In another focus group, McManus shared the more-recent example of a 1990 Centers for Disease Control study of measles vaccines in infants in Los Angeles, Senegal and Haiti. Researchers failed to tell parents that their babies received an experimental vaccine and then halted the study when they noticed an increased death rate among female infants in Senegal who received a stronger dose of the vaccine.
Buseh says the focus group conversations and other findings underscored for him the importance of scientists being open about the motives and possible effects of their research.
“How can we better educate and engage our health care professionals to have these conversations with patients?” Underwood asked. “How can we help patients better understand how genetics and genomics does indeed impact their health and well-being, and the well-being of the next generation?”
She added that many of the people they surveyed wanted to learn more about genetics research, and some said they would consider donating DNA samples for research. “Many were very interested but had never been asked,” Underwood said.
Buseh noted that any conversations about gene therapies must cover their potential limits. “We can’t overpromise that once we get your DNA, we can analyze it and figure out what’s happening to you now and will happen to you in the future, and you will be fine,” he said.
Buseh hopes to host a genetics summer camp for ethnic minority teens, teaching them about the process of taking a detailed family health history.

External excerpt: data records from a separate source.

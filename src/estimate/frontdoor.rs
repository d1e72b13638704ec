//! The front-door formula (Pearl, Biometrika 1995;82:669-688; *Causality*,
//! 2nd ed., 2009, Thm. 3.3.4), by plug-in:
//! E[Y | do(x)] = sum_m P(m | x) sum_x' E[Y | x', m] P(x').
//!
//! - Discrete mediators (binary or categorical; several form joint cells)
//!   and a binary exposure: empirical proportions and cell means, so a
//!   table reproduces the formula exactly. Standard error by the delta
//!   method on the influence functions of the proportions and cell means.
//! - Continuous mediators and a continuous outcome: linear models
//!   M_k ~ X and Y ~ X + M_1..M_K; the effect of a one-unit change in X is
//!   sum_k alpha_k beta_k, the product of path coefficients (Wright, Ann Math
//!   Stat 1934;5:161-215). Standard error by the delta method with the
//!   coefficients' joint (robust) influence functions.
//!
//!   The targets then hold the effect per unit of the exposure (a
//!   one-unit shift, or a dose times the effect, against 0), not means;
//!   their means are not reported.
//!
//! No adjustment covariates are used: the front-door strategy needs none.

use super::{About, Estimator, ExposureKind, Points, Serves, Target, Targets, TimeToEvent};
use crate::data::{Design, Kind, Setting, Shape};
use crate::error::Setting as Opt;
use crate::identify::Strategy;
use crate::learn::{Fits, Needs};
use crate::model::{Ols, linear_predictor};
use crate::problem::{Estimand, Problem, Scale};
use crate::{Error, Result};
use nalgebra::DVector;

/// The front-door plug-in estimator.
pub struct FrontDoor;

static ABOUT: About = About {
    name: "frontdoor",
    label: "front-door formula",
    strategies: &[Strategy::Frontdoor],
    serves: &[Serves::Binary, Serves::Dose],
    weighted: &[],
    estimands: &[Estimand::Ate],
    needs: Needs {
        outcome: false,
        exposure: false,
    },
    default: true,
    time_to_event: TimeToEvent::No,
};

enum Path {
    Discrete,
    Linear,
}

fn path(p: &Problem) -> Result<Path> {
    if p.mediators.is_empty() {
        return Err(Error::option(
            Opt::Method,
            "frontdoor needs a front-door mediator set",
        ));
    }
    let discrete = |j: usize| !matches!(p.frame.kind(j), Kind::Numeric);
    if p.mediators.iter().all(|&m| discrete(m)) {
        if !p.binary_exposure() {
            return Err(Error::option(
                Opt::Method,
                "frontdoor with discrete mediators needs a binary exposure",
            ));
        }
        Ok(Path::Discrete)
    } else if p.mediators.iter().all(|&m| !discrete(m)) {
        if p.binary_outcome() || p.spec.scale != Scale::Difference {
            return Err(Error::option(
                Opt::Method,
                "'frontdoor' with continuous mediators uses linear models and needs a \
                 continuous outcome on the difference scale; name the mediators categorical \
                 if they take few values",
            ));
        }
        Ok(Path::Linear)
    } else {
        Err(Error::option(
            Opt::Method,
            "'frontdoor': the mediators are a mix of discrete and continuous columns; \
             name them all categorical or use continuous ones only",
        ))
    }
}

/// Joint cell index of the mediators for every row, and the cell count.
fn cells(p: &Problem) -> (Vec<usize>, usize) {
    let mut key = vec![0usize; p.n()];
    let mut size = 1usize;
    for &m in &p.mediators {
        let k = match p.frame.kind(m) {
            Kind::Categorical { levels } => levels.len(),
            _ => 2,
        };
        for (c, &v) in key.iter_mut().zip(p.frame.col(m)) {
            *c = *c * k + v as usize;
        }
        size *= k;
    }
    (key, size)
}

/// Weighted proportions and cell means.
struct Table {
    px: [f64; 2],
    pm_x: [Vec<f64>; 2],
    mu: [Vec<f64>; 2],
}

fn table(p: &Problem, cell: &[usize], k: usize, freq: Option<&[f64]>) -> Result<Table> {
    let mut nx = [0.0; 2];
    let mut nxm = [vec![0.0; k], vec![0.0; k]];
    let mut sxm = [vec![0.0; k], vec![0.0; k]];
    for i in 0..p.n() {
        let w = freq.map_or(1.0, |f| f[i]);
        let x = p.a()[i] as usize;
        nx[x] += w;
        nxm[x][cell[i]] += w;
        sxm[x][cell[i]] += w * p.y()[i];
    }
    let total = nx[0] + nx[1];
    if nx[0] <= 0.0 || nx[1] <= 0.0 {
        return Err(Error::Numerical("front-door: an exposure arm is empty".into()));
    }
    let mut mu = [vec![0.0; k], vec![0.0; k]];
    for m in 0..k {
        if nxm[0][m] + nxm[1][m] == 0.0 {
            continue;
        }
        for x in 0..2 {
            if nxm[x][m] <= 0.0 {
                return Err(Error::Numerical(format!(
                    "front-door: no rows with the exposure at {x} in mediator cell {m}, so \
                     E[Y | x, m] is not estimable (a positivity violation)"
                )));
            }
            mu[x][m] = sxm[x][m] / nxm[x][m];
        }
    }
    Ok(Table {
        px: [nx[0] / total, nx[1] / total],
        pm_x: [0, 1].map(|x| nxm[x].iter().map(|v| v / nx[x]).collect()),
        mu,
    })
}

impl Table {
    /// E[Y | do(x)].
    fn psi(&self, x: usize) -> f64 {
        (0..self.mu[0].len())
            .map(|m| self.pm_x[x][m] * (self.mu[0][m] * self.px[0] + self.mu[1][m] * self.px[1]))
            .sum()
    }

    /// Influence of each row on E[Y | do(x)], divided by n.
    fn influence(&self, p: &Problem, cell: &[usize], x: usize) -> Vec<f64> {
        let psi = self.psi(x);
        let n = p.n() as f64;
        let nu = |m: usize| self.mu[0][m] * self.px[0] + self.mu[1][m] * self.px[1];
        (0..p.n())
            .map(|i| {
                let (xi, m) = (p.a()[i] as usize, cell[i]);
                let first = if xi == x { (nu(m) - psi) / self.px[x] } else { 0.0 };
                let second = self.pm_x[x][m] * (p.y()[i] - self.mu[xi][m]) / self.pm_x[xi][m];
                let third: f64 = (0..self.mu[0].len())
                    .map(|k| self.pm_x[x][k] * self.mu[xi][k])
                    .sum::<f64>()
                    - psi;
                (first + second + third) / n
            })
            .collect()
    }
}

/// The linear path: coefficients and their influence functions.
struct LinearFit {
    effect: f64,
    phi: Option<Vec<f64>>,
}

fn linear(p: &Problem, freq: Option<&[f64]>, with_se: bool) -> Result<LinearFit> {
    let dm = Design::build(&p.frame, Some(p.exposure), &[], Shape::Linear, &[]);
    let dy = Design::build(&p.frame, Some(p.exposure), &p.mediators, Shape::Linear, &[]);
    let (rm, ry) = (
        dm.rows(&p.frame, Setting::Observed),
        dy.rows(&p.frame, Setting::Observed),
    );
    let ax = dm.exposure_term().unwrap_or(1);
    let (by, cy) = Ols::coefficients(&ry, p.y(), freq)?;
    let resid = |d: &Design, c: &DVector<f64>, v: &[f64]| -> Vec<f64> {
        let eta = linear_predictor(&d.rows(&p.frame, Setting::Observed), c);
        v.iter().zip(eta).map(|(v, e)| v - e).collect()
    };
    let ry_res = if with_se {
        resid(&dy, &by, p.y())
    } else {
        Vec::new()
    };
    let mut effect = 0.0;
    let mut phi = with_se.then(|| vec![0.0; p.n()]);
    for &m in &p.mediators {
        let mv = p.frame.col(m);
        let (bm, cm) = Ols::coefficients(&rm, mv, freq)?;
        let name = p.frame.name(m);
        let jm = dy
            .position(name)
            .ok_or_else(|| Error::Internal(format!("mediator term {name} lost")))?;
        // Coefficients on the raw values (the designs work in scaled units).
        let (ga, gm) = (dm.term_scale(ax), dy.term_scale(jm));
        let (alpha, beta) = (bm[ax] * ga, by[jm] * gm);
        effect += alpha * beta;
        if let Some(phi) = phi.as_mut() {
            let unit =
                |len: usize, j: usize, g: f64| DVector::from_fn(len, |i, _| if i == j { g } else { 0.0 });
            let ia = linear_predictor(&rm, &cm.solve(&unit(dm.ncols(), ax, ga)));
            let ib = linear_predictor(&ry, &cy.solve(&unit(dy.ncols(), jm, gm)));
            let rm_res = resid(&dm, &bm, mv);
            for i in 0..p.n() {
                phi[i] += beta * ia[i] * rm_res[i] + alpha * ib[i] * ry_res[i];
            }
        }
    }
    Ok(LinearFit { effect, phi })
}

/// The value of target `t` under a linear path of effect `e` per unit.
fn per_unit(t: Target) -> f64 {
    match t {
        // Time-to-event targets never reach the front-door formula (refused).
        Target::Level(k) | Target::Survival(k, _) | Target::Risk(k, _) | Target::Rmst(k, _) => k as f64,
        Target::Dose(x) => x,
        Target::Shifted => 1.0,
        Target::Observed => 0.0,
    }
}

impl Estimator for FrontDoor {
    fn about(&self) -> &'static About {
        &ABOUT
    }

    fn methods_sentence(&self, _kind: &ExposureKind) -> String {
        "The front-door formula was applied by plug-in (Pearl 1995).".into()
    }

    fn point(&self, p: &Problem, _fits: &Fits, freq: Option<&[f64]>) -> Result<Points> {
        let targets = p.targets();
        let values = match path(p)? {
            Path::Discrete => {
                let (cell, k) = cells(p);
                let t = table(p, &cell, k, freq)?;
                targets
                    .iter()
                    .map(|&x| match x {
                        Target::Level(l) => t.psi(l),
                        _ => f64::NAN,
                    })
                    .collect()
            }
            Path::Linear => {
                let e = linear(p, freq, false)?.effect;
                targets.iter().map(|&x| per_unit(x) * e).collect()
            }
        };
        Ok(Points { targets, values })
    }

    fn targets(&self, p: &Problem, _fits: &Fits) -> Result<Targets> {
        let mut out = Targets::default();
        let note = match path(p)? {
            Path::Discrete => {
                let (cell, k) = cells(p);
                let t = table(p, &cell, k, None)?;
                for x in [1, 0] {
                    out.push(Target::Level(x), t.psi(x), t.influence(p, &cell, x));
                }
                "empirical proportions and cell means of the mediator cells"
            }
            Path::Linear => {
                let f = linear(p, None, true)?;
                let phi = f.phi.unwrap_or_default();
                for x in p.targets() {
                    let u = per_unit(x);
                    out.push(x, u * f.effect, phi.iter().map(|v| u * v).collect());
                }
                out.means_hidden = true;
                "product of the exposure-mediator and mediator-outcome least-squares coefficients"
            }
        };
        out.notes.push(format!("front-door formula by plug-in: {note}"));
        if p.kind != ExposureKind::Binary {
            out.notes
                .push("effect of a one-unit increase in the exposure".into());
        }
        Ok(out)
    }
}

He wrote an opinion piece in The Scientist, calling for researchers to venture into diverse communities and hold “genetics cafes,” in which they sit down with ethnic minorities to describe their work and answer questions.
Finally, he and Underwood are working with Mebrahtu and McManus to expand the study, with the hopes of getting more medical researchers to examine wider health care disparities affecting black Americans and African immigrants.
“We want to create opportunities for bench scientists and community members to meet in the community,” Buseh said. “Building trust starts when the affected people can say that the scientists came to them instead of scientists asking people to leave their community and step into a lab or clinical setting.”